In keeping with her “socially moderate” platform, Tucker’s platform supports abortion rights, as does Gabel’s.

On school funding, Tucker and Gabel both said the state is too reliant on property taxes.

Although some area Republicans criticized Gabel for supporting Democratic House Speaker Michael Madigan, communications chair for the Democratic Party of Evanston Alex Morgan said electing Tucker to the General Assembly would be a “rubber stamp” for Republican Gov. Bruce Rauner’s agenda.

“In my view, that is not good for the state of Illinois,” he said.

Christian Sorensen, Gabel’s campaign manager, said in response to criticism that Gabel votes the party line that she has worked well with both former Gov. Pat Quinn, a Democrat, and Rauner. As for voting frequently in line with other Democrats, Sorensen said Gabel is keeping in line with her constituents.

“Evanston tends to lean Democrat,” he said.

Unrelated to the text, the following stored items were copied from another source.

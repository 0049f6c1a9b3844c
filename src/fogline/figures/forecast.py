"""By how much measurements that nobody made yet would shrink the errors of derived quantities."""

from __future__ import annotations

from typing import Final

import numpy as np
from astropy.table import Table
from matplotlib.axes import Axes
from matplotlib.figure import Figure

from fogline.figures.comparison import LABELS
from fogline.figures.style import (
    COLOURS,
    LEGEND_LINE,
    MARKERS,
    ONE_COLUMN,
    add_note,
    readable,
    styled,
)

FAMILY_LABELS: Final = {**LABELS, "log_f": r"$\log f(N)$"}
"""Labels of families of quantities."""

LEAST_ROW: Final = 0.3
"""Least height of a candidate [in]."""

MARK: Final = 0.06
"""Distance of neighbouring marks of a candidate [in]: they stay apart where ratios are equal."""

SPREAD: Final = 0.8
"""Share of a candidate's height that its marks take."""

CAPTION: Final = (
    "Marks: mean over redshifts and columns, with Monte Carlo error; thin lines: all of them. "
    "Assumes the fitted model and the stated errors."
)
FAILED: Final = "Open marks: importance weights fail; upper bounds from linear regression."
UNKNOWN: Final = "Where marks are missing, a prediction or the quantity is not finite."


@styled
def draw_forecast(table: Table) -> Figure:
    """Draw the expected errors of every family of quantities with each candidate, over those now.

    Parameters
    ----------
    table : astropy.table.Table
        As `fogline.trust.forecast.forecast_table` returns it.

    Returns
    -------
    matplotlib.figure.Figure
        Candidates from the top in the order of the table: the most useful first.

    Raises
    ------
    ValueError
        If the table has no rows.
    """
    if not len(table):
        raise ValueError("there are no candidates: the table has no rows")
    candidates = list(dict.fromkeys(str(name) for name in table["candidate"]))
    family = np.array([family_of(str(name)) for name in table["quantity"]])
    order = [name for name in FAMILY_LABELS if name in family]
    families = [*order, *sorted(set(family) - set(order))]
    n_lines = -(-len(families) // 2)
    row = max(LEAST_ROW, MARK * len(families) / SPREAD)
    height = 0.55 + row * len(candidates) + LEGEND_LINE * n_lines
    figure = Figure(figsize=(ONE_COLUMN, height), layout="constrained")
    axes = figure.subplots()
    axes.axvline(1.0, color="0.5", linewidth=0.6, zorder=0.5)
    for number, name in enumerate(families):
        offset = SPREAD * ((number + 0.5) / len(families) - 0.5)
        _draw_family(axes, table[family == name], name, number, candidates, offset)
    for edge in np.arange(1, len(candidates)) - 0.5:
        axes.axhline(edge, color="0.85", linewidth=0.5, zorder=0.4)
    _dress(axes, table, candidates)
    figure.legend(loc="outside upper center", ncols=2)
    add_note(figure, _notes(table))
    return figure


def family_of(quantity: str) -> str:
    """Return the family of a quantity: its name without the column that it stands at."""
    return quantity.partition("[")[0]


def _draw_family(
    axes: Axes, rows: Table, name: str, number: int, candidates: list[str], offset: float
) -> None:
    colour, marker = COLOURS[number % len(COLOURS)], MARKERS[number % len(MARKERS)]
    label: str | None = FAMILY_LABELS.get(name, readable(name))
    ratio, error = (np.asarray(rows[key], float) for key in ("ratio", "ratio_error"))
    of = np.asarray(rows["candidate"], str)
    for y, candidate in enumerate(candidates):
        here = (of == candidate) & np.isfinite(ratio)
        if not here.any():
            continue
        x = ratio[here]
        axes.plot([x.min(), x.max()], [y + offset] * 2, color=colour, linewidth=0.5, alpha=0.7)
        failed = bool(np.asarray(rows["unreliable"], bool)[here].any())
        axes.errorbar(
            x.mean(),
            y + offset,
            # Outcomes and draws are the same for all members: their errors do not average out.
            xerr=error[here].mean(),
            fmt=marker,
            color=colour,
            markersize=3.5,
            markerfacecolor="white" if failed else colour,
            elinewidth=1.3,
            zorder=3,
        )
    # Filled in the legend, whatever the first candidate is like.
    axes.plot([], [], marker, color=colour, markersize=3.5, label=label)


def _dress(axes: Axes, table: Table, candidates: list[str]) -> None:
    ratio = np.asarray(table["ratio"], float)
    ends = ratio + np.asarray(table["ratio_error"], float)
    axes.set_xlim(0.0, max(1.08, 1.03 * float(ends[np.isfinite(ends)].max(initial=0.0))))
    axes.set_ylim(len(candidates) - 0.5, -0.5)
    axes.set_xlabel("expected error over the error now")
    axes.set_yticks(range(len(candidates)), [readable(name) for name in candidates])
    axes.tick_params(axis="y", which="both", length=0.0)


def _notes(table: Table) -> list[str]:
    finite = np.isfinite(np.asarray(table["ratio"], float))
    failed = np.asarray(table["unreliable"], bool)
    notes = [CAPTION]
    if (failed & finite).any():
        notes.append(FAILED)
    if not finite.all():
        notes.append(UNKNOWN)
    return notes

Tucker, on the other hand, said she ran and governed as village president of Winnetka in a nonpartisan fashion and that she will more independent in her voting patterns.

T.J. Brown, the communications director for the New Trier Republican Organization, said he trusted Tucker to represent local municipalities in Springfield in an independent manner.

“On the North Shore, you’d like to think you can insulate yourself from the problems in Springfield, but that’s quite obviously not true if you look at property taxes, if you look at the caliber of services we get out of the state,” he said.

Brown praised Tucker for being a “reformer” who could help limit the migration of Illinois residents out of the state. The state currently has one of the highest population decreases of all states.

The results of the election will be decided Nov. 8.